import { describe, expect, it } from 'vitest';
import { b2WithGradient } from '../physics/virial';
import { fitLennardJones, type FitMeasurementSet } from './lj-fit';
import { chi2Function, ljPosterior, posteriorPredictiveBand } from './lj-posterior';
import { gaussianGenerator, mulberry32 } from './random';

// Synthetic B2 tables from the exact quadrature (virial.ts) at a known truth, with Gaussian noise of the stated size.
const TRUTH = { epsilonK: 150, sigmaAngstrom: 3.7 };
function table(temperatures: number[], u: (b2: number) => number, gauss: () => number, truth = TRUTH): FitMeasurementSet {
  return {
    id: 'synthetic',
    kind: 'b2',
    rows: temperatures.map((temperatureK) => {
      const exact = b2WithGradient(temperatureK, truth.epsilonK, truth.sigmaAngstrom).b2Cm3PerMol;
      const uncertainty = u(exact);
      return { temperatureK, value: exact + uncertainty * gauss(), uncertainty };
    }),
  };
}
const FIT = { restarts: 0, profiles: false } as const;

describe('posterior of LJ parameters from B2', () => {
  it('coverage: the 95 % intervals contain the truth in 95 % ± 3 binomial standard deviations of 120 synthetic tables', () => {
    // 120 tables: the binomial standard deviation of the hit rate is √(0.95·0.05/120) = 0.020, so 0.95 ± 0.060
    // (the test fails by chance about 3 times in 1000 for a correct sampler; the seeds are fixed, so it is deterministic).
    const gauss = gaussianGenerator(mulberry32(2026));
    const n = 120;
    let hitsEps = 0;
    let hitsSigma = 0;
    for (let i = 0; i < n; i++) {
      const data = [table([110, 130, 160, 200, 260, 350, 480, 650], (b) => 1.5 + 0.02 * Math.abs(b), gauss)];
      const fit = fitLennardJones(data, FIT);
      const post = ljPosterior(data, {}, fit, { noise: 'stated', samples: 200, burnIn: 100, walkers: 16, seed: 100 + i, drawsReturned: 0 });
      if (post.epsilonK.lower95 <= TRUTH.epsilonK && TRUTH.epsilonK <= post.epsilonK.upper95) hitsEps++;
      if (post.sigmaAngstrom.lower95 <= TRUTH.sigmaAngstrom && TRUTH.sigmaAngstrom <= post.sigmaAngstrom.upper95) hitsSigma++;
    }
    const tolerance = 3 * Math.sqrt((0.95 * 0.05) / n);
    expect(Math.abs(hitsEps / n - 0.95)).toBeLessThan(tolerance);
    expect(Math.abs(hitsSigma / n - 0.95)).toBeLessThan(tolerance);
  });

  it('a well-conditioned table: posterior and linearised 95 % intervals agree within 4 % of the half-width, and no disagreement is reported', () => {
    const gauss = gaussianGenerator(mulberry32(5));
    const temps = Array.from({ length: 16 }, (_, i) => 100 + i * 50);
    const data = [table(temps, () => 0.05, gauss)];
    const fit = fitLennardJones(data, FIT);
    const post = ljPosterior(data, {}, fit, { samples: 2500, burnIn: 300, walkers: 24, seed: 9 });
    for (const name of ['epsilonK', 'sigmaAngstrom'] as const) {
      const lin = post.linearised[name]!;
      const half = (lin.upper95 - lin.lower95) / 2;
      expect(Math.abs(post[name].lower95 - lin.lower95) / half).toBeLessThan(0.04);
      expect(Math.abs(post[name].upper95 - lin.upper95) / half).toBeLessThan(0.04);
    }
    expect(post.messages.filter((m) => m.includes('differs from the linearised'))).toEqual([]);
    expect(post.diagnostics.converged).toBe(true);
    expect(Math.abs((post.correlation as number) - (fit.correlation as number))).toBeLessThan(0.01);
  });

  it('a poorly constrained table (three high-temperature points): the posterior is lopsided and the result says so in plain words', () => {
    const gauss = gaussianGenerator(mulberry32(8));
    const data = [table([400, 600, 900], (b) => 4 + 0.05 * Math.abs(b), gauss)];
    const fit = fitLennardJones(data, FIT);
    const post = ljPosterior(data, {}, fit, { noise: 'stated', samples: 1500, burnIn: 500, seed: 3 });
    expect(post.messages.some((m) => /differs from the linearised one/.test(m))).toBe(true);
  });

  it('is reproducible to the last digit with the same seed', () => {
    const gauss = gaussianGenerator(mulberry32(1));
    const data = [table([120, 180, 260, 400], () => 2, gauss)];
    const fit = fitLennardJones(data, FIT);
    const a = ljPosterior(data, {}, fit, { samples: 100, burnIn: 50, seed: 4 });
    const b = ljPosterior(data, {}, fit, { samples: 100, burnIn: 50, seed: 4 });
    expect(b).toEqual(a);
  });

  it("the χ² it samples is the fit's χ² at the optimum", () => {
    const gauss = gaussianGenerator(mulberry32(2));
    const data = [table([120, 180, 260, 400, 700], () => 2, gauss)];
    const fit = fitLennardJones(data, FIT);
    expect(chi2Function(data, {})(fit.epsilonK, fit.sigmaAngstrom) / fit.chi2).toBeCloseTo(1, 8);
  });

  it('posterior-predictive band brackets the model at the median parameters', () => {
    const gauss = gaussianGenerator(mulberry32(3));
    const data = [table([120, 180, 260, 400, 700], () => 2, gauss)];
    const fit = fitLennardJones(data, FIT);
    const post = ljPosterior(data, {}, fit, { samples: 300, burnIn: 100, seed: 5, drawsReturned: 300 });
    const band = posteriorPredictiveBand('b2', [{ temperatureK: 150 }, { temperatureK: 500 }], post.draws, { quantumCorrection: false });
    band.forEach((b, i) => {
      const atFit = b2WithGradient([150, 500][i], fit.epsilonK, fit.sigmaAngstrom).b2Cm3PerMol;
      expect(b.lower95).toBeLessThan(atFit);
      expect(b.upper95).toBeGreaterThan(atFit);
    });
  });
});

* * *

- Exercise instructions -
Reproduce verbatim only the segment of the listing bounded by the line containing "const gauss = gaussianGenerator(mulberry32(5));" and the line containing "for (const name", with both boundary lines included.

- Answer to the exercise -
    const gauss = gaussianGenerator(mulberry32(5));
    const temps = Array.from({ length: 16 }, (_, i) => 100 + i * 50);
    const data = [table(temps, () => 0.05, gauss)];
    const fit = fitLennardJones(data, FIT);
    const post = ljPosterior(data, {}, fit, { samples: 2500, burnIn: 300, walkers: 24, seed: 9 });
    for (const name of ['epsilonK', 'sigmaAngstrom'] as const) {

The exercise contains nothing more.